Almost correct, but in compound words, the "a" in _lycka _turns into an "o" (as in _lyckosam_, _lyckorus_). There are also a couple of words where it is simply left out (e.g. _lycksalig_, _lyckönska_), but for new, ad hoc compounds it's always _lycko-_.


Svenska960 said:


> Om du stannar positiv, bra saker och personer kommer att bli del av ditt liv.



The first part is literally "Om du förblir positiv" (_stanna _can't be used here), but we would hardly say that. Better:

_Så länge du är positiv kommer bra saker och bra personer att dras till dig. 
_


----------



## Svenska960

You are great!


----------



## DerFrosch

Well, I do my best. 

Concerning the word order, you may wonder why the inflected verb (_kommer_) is placed before "_bra saker och bra personer_" (the subject) in my sentence above. This is because "_Så länge du är positiv_" is a subordinate clause ("_Bra saker och bra personer kommer att dras till dig_" is the main clause). If we place a subordinate clause at the beginning of a sentence, it occupies the first position, which is relevant since the verb always occupies the second. In other words, it works similarly to an adverb:

_*Ibland *kommer bra saker och bra personer att dras till dig.
_
Thus, if we place the subordinate clause at the end (which is possible, although not so elegant in this case), the sentence looks like this:

_Bra saker och bra personer kommer att dras till dig, så länge du är positiv._


----------



## Svenska960

Thank you!! And what is the main difference beetween så länge and om? When should I use them?


----------



## AutumnOwl

_Så länge_ - as long as
_Om_ - if


----------



## Svenska960

So Så länge is  used to say that one thing can happen or be true only if another thing happens or is true, right?
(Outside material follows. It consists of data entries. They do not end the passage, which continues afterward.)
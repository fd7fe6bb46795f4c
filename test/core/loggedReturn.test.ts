import { describe, expect, it } from 'vitest';
import { loggedDiscountedReturn, loggedDiscountedReturns, loggedReturnRole, truncationSentence } from '../../src/core/loggedReturn';
import { lawFittedOnMovingRows } from '../../src/pipeline/heldActionsCheck';
import type { TransitionSet } from '../../src/core/transitions';

function episodes(lengths: number[], reward: number): TransitionSet {
  const n = lengths.reduce((a, b) => a + b, 0);
  const episode = new Int32Array(n);
  let i = 0;
  lengths.forEach((len, k) => { for (let t = 0; t < len; t++) episode[i++] = k; });
  return {
    count: n, stateDim: 1, actionDim: 1, stateNames: ['x'], actionNames: ['u'],
    states: new Float64Array(n), actions: new Float64Array(n), rewards: new Float64Array(n).fill(reward),
    nextStates: new Float64Array(n), terminal: new Uint8Array(n), episode, episodeCount: lengths.length,
    startStates: new Float64Array(lengths.length), sourceLine: new Int32Array(n),
  };
}

describe('logged discounted return', () => {
  it('equals the geometric sum r(1 − γ^T)/(1 − γ) per episode', () => {
    // Finite geometric series (common practice).
    const g = 0.9;
    const result = loggedDiscountedReturn(episodes([10, 20], 2), g);
    const expected = [10, 20].map((t) => (2 * (1 - g ** t)) / (1 - g));
    expect(Array.from(result.perEpisode)).toEqual(expected.map((v) => expect.closeTo(v, 12)));
    expect(result.value).toBeCloseTo((expected[0] + expected[1]) / 2, 12);
    expect(result.largestTruncationWeight).toBeCloseTo(g ** 10, 14);
    expect(result.meanTruncationWeight).toBeCloseTo((g ** 10 + g ** 20) / 2, 14);
    // Two values: s.e. = |a − b| / 2.
    expect(result.standardError).toBeCloseTo(Math.abs(expected[0] - expected[1]) / 2, 12);
  });
});

describe('logged discounted returns at several discounts in one pass', () => {
  /** The plain route: one episode's G = Σ_t γ^t r_t summed step by step in file order, γ^t carried by repeated products. */
  function plainReturn(data: TransitionSet, g: number): { perEpisode: number[]; weights: number[] } {
    const perEpisode = new Array<number>(data.episodeCount).fill(0), weights = new Array<number>(data.episodeCount).fill(1);
    for (let i = 0; i < data.count; i++) {
      const k = data.episode[i];
      perEpisode[k] += weights[k] * data.rewards[i];
      weights[k] *= g;
    }
    return { perEpisode, weights };
  }

  it('gives each discount the single-discount pass to the last bit, interleaved episodes and a terminal run included', () => {
    // Invented log: three runs whose rows interleave, rewards of mixed sign and size; the sweep's discounts γ^(1/f).
    const data = episodes([7, 12, 5], 1), n = data.count;
    for (let i = 0; i < n; i++) {
      data.episode[i] = [0, 1, 2, 1][i % 4] % 3;
      data.rewards[i] = Math.sin(1.7 * i) * 10 ** ((i % 5) - 2);
    }
    data.terminal[n - 1] = 1;
    const discounts = [0.5, 0.75, 1, 1.5, 2].map((f) => 0.97 ** (1 / f));
    const together = loggedDiscountedReturns(data, discounts);
    discounts.forEach((g, j) => {
      const alone = loggedDiscountedReturn(data, g), plain = plainReturn(data, g);
      expect(Array.from(together[j].perEpisode)).toEqual(plain.perEpisode);
      expect(together[j]).toEqual(alone);
      expect(together[j].largestTruncationWeight).toBe(Math.max(...plain.weights.filter((_, k) => k !== data.episode[n - 1])));
    });
  });
});

describe('the sentence on runs cut short', () => {
  it('sizes the bias by the mean missing weight: one short run among long ones is stated but does not decide it', () => {
    // The mean return's missing part is the mean of γ^T·V(s_T) (finite geometric series; common practice): with equal
    // values it is the mean of γ^T, so 99 runs of 500 steps and one of 5 at γ = 0.98 miss (99·0.98^500 + 0.98^5)/100 of it.
    const g = 0.98, oneShort = loggedDiscountedReturn(episodes([...Array(99).fill(500), 5], -1), g);
    expect(oneShort.meanTruncationWeight).toBeCloseTo((99 * g ** 500 + g ** 5) / 100, 14);
    expect(oneShort.largestTruncationWeight).toBeCloseTo(g ** 5, 14);
    expect(truncationSentence(oneShort)).toBe(
      'Logged runs are short for this discount: on average 0.91\u00a0% of the return’s weight lies beyond their end (90.39\u00a0% on the shortest run cut short, by a time limit or the end of the log), so the logged return is biased toward zero',
    );
    expect(truncationSentence(loggedDiscountedReturn(episodes(Array(100).fill(500), -1), g))).toBeNull(); // 0.98^500 = 4.1e-5
  });
});

describe('the logged return’s role beside the present controller', () => {
  it('is a check, except where the present controller’s law was fitted on the rows not held: then the months as logged, no check', () => {
    expect(loggedReturnRole(false)).toBe('check');
    expect(loggedReturnRole(true)).toBe('check; cut short at time limits');
    expect(loggedReturnRole(false, true)).toBe('as logged, held stretches included; not a check');
    expect(lawFittedOnMovingRows({ rows: 900, share: 0.1, stretches: 30, longest: 40, effect: 0.6, severity: 'serious', lawFittedOn: 'movingRows', rowsUsed: 8100 })).toBe(true);
    expect(lawFittedOnMovingRows({ rows: 0, share: 0, stretches: 0, longest: 0, effect: 0, severity: null, lawFittedOn: 'everyRow', rowsUsed: 9000 })).toBe(false);
    expect(lawFittedOnMovingRows({ reason: 'the log has fewer than two transitions' })).toBe(false);
    expect(lawFittedOnMovingRows(undefined)).toBe(false);
  });
});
And if...?


----------



## AutumnOwl

_Så länge du är lycklig_ - as long as you stay happy (until you get unhappy/sad), good things and good people will be drawn to you. 
_Om du är lycklig_ - if, and only if, you are happy, good things and good people will be drawn to you


----------



## Svenska960

And why would a native swedish speaker rather use in this sentence Så länge and not om ?Thank you fpr your replay ☺☺


----------



## AutumnOwl

I can only answer for myself, and it's not really a question about language, but the "s_å länge (som) du är lycklig..."_ has a more positive impression than _"om du är lycklig..."_. The first implies to me that being happy accumulates more and more happiness, while the second, you have to make a conscious effort to be happy to have good things and people come to you, and if you fail being happy you will loose all you have gained.


----------



## DerFrosch

The reason I preferred the sentence with "_så länge_" to the one with "_om_" didn't actually have anything to do with "_om_", but rather with the phrase "stay positive", which is somewhat difficult to render in Swedish.


----------



## MattiasNYC

So, just a thought here: If we're not too literal about the original stating that good things happen _while _you are positive, and instead think of it as a recommendation to someone - as being inspirational in a sense, could we perhaps also write it in Swedish as such:

"Optimism är en lyckomagnet. _Var positiv _så kommer bra saker och bra personer att dras till dig."

Just to be clear, I'm not saying it is more accurate, just that perhaps it's a valid alternative depending on surrounding contexts.


----------